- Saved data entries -

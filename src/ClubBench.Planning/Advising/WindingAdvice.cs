using ClubBench.Calculation.Windings;
using ClubBench.Planning.Figures;

namespace ClubBench.Planning.Advising;

/// <summary>Advice on a winding's inductance: the one turn rule (resonators and windings 6.3) with what is really on the board.</summary>
internal static class WindingAdvice
{
    public static Advice Give(AdviceRequest request, ExpectedReading expected, CorrectedReading reading, string? next)
    {
        var winding = expected.Winding!;
        var turns = request.Fitted.Turns.GetValueOrDefault(winding.Designator, winding.Turns);
        var result = WindingAdjustment.For(new WindingReading(turns, reading.Si / expected.Nominal, Math.Min(reading.ExpandedUncertaintySi / reading.Si, 0.9))
        {
            Acceptable = Acceptable(expected),
            Trim = winding.Trim,
            Limits = new AdjustmentLimits(winding.SpreadMost, winding.SqueezeMost),
        });
        var judged = WindowJudgement.Of(expected, reading).Verdict;
        var figures = AllFigures(expected, reading, result, turns);
        if (judged == ReadingVerdict.Good && result.Action is WindingAction.None or WindingAction.Trim or WindingAction.Remeasure)
            return new Advice(ReadingVerdict.Good, [], next, [], "one-turn-rule");
        if (judged == ReadingVerdict.NearEdge && result.Action == WindingAction.None)
            return new Advice(ReadingVerdict.NearEdge, [new Step("advice.near-edge", figures)], next, [], "one-turn-rule");
        if (request.BatchAlert) return new Advice(judged, [new Step("advice.batch-off", figures)], next, [], "batch");
        return new Advice(judged, Ladder(result, figures), expected.Point, [], "one-turn-rule");
    }

    /// <summary>The window's half width: inside it nothing needs doing.</summary>
    private static double Acceptable(ExpectedReading expected) =>
        Math.Min((expected.HighSi / expected.Nominal) - 1, 1 - (expected.LowSi / expected.Nominal));

    private static IReadOnlyList<Step> Ladder(WindingAdjustment result, IReadOnlyList<Figure> figures) => result.Action switch
    {
        WindingAction.Trim => [new Step("advice.trim", figures)],
        WindingAction.Remeasure => [new Step("advice.remeasure", figures)],
        WindingAction.Spread => [new Step("advice.spread", figures), new Step("advice.read-again", figures)],
        WindingAction.Squeeze => [new Step("advice.squeeze", figures), new Step("advice.read-again", figures)],
        WindingAction.Remove => [new Step("advice.count-passes", figures), new Step(result.IsFirm ? "advice.remove-turns" : "advice.remove-turns-first", figures), new Step("advice.read-again", figures)],
        WindingAction.Add => [new Step("advice.count-passes", figures), new Step(result.IsFirm ? "advice.add-turns" : "advice.add-turns-first", figures), new Step("advice.read-again", figures)],
        WindingAction.Rewind => [new Step("advice.count-passes", figures), new Step("advice.rewind", figures), new Step("advice.read-again", figures)],
        WindingAction.ChangeCapacitor => [new Step("advice.count-passes", figures), new Step("advice.turn-too-coarse", figures)],
        _ => [],
    };

    private static IReadOnlyList<Figure> AllFigures(ExpectedReading expected, CorrectedReading reading, WindingAdjustment result, int turns) =>
    [
        .. ReadingFigures.Of(expected, reading),
        Figure.Of("turns", QuantityKind.Count, turns),
        Figure.Of("first", QuantityKind.Count, Math.Abs(result.FirstStep)),
        Figure.Of("in-all", QuantityKind.Count, Math.Abs(result.TurnChange)),
        Figure.Of("one-turn", QuantityKind.Ratio, 2.0 / turns),
    ];
}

- Exercise -
Show the lines in the entries above that include the string "judged".

- Task result -
        var judged = WindowJudgement.Of(expected, reading).Verdict;
        if (judged == ReadingVerdict.Good && result.Action is WindingAction.None or WindingAction.Trim or WindingAction.Remeasure)
        if (judged == ReadingVerdict.NearEdge && result.Action == WindingAction.None)
        if (request.BatchAlert) return new Advice(judged, [new Step("advice.batch-off", figures)], next, [], "batch");
        return new Advice(judged, Ladder(result, figures), expected.Point, [], "one-turn-rule");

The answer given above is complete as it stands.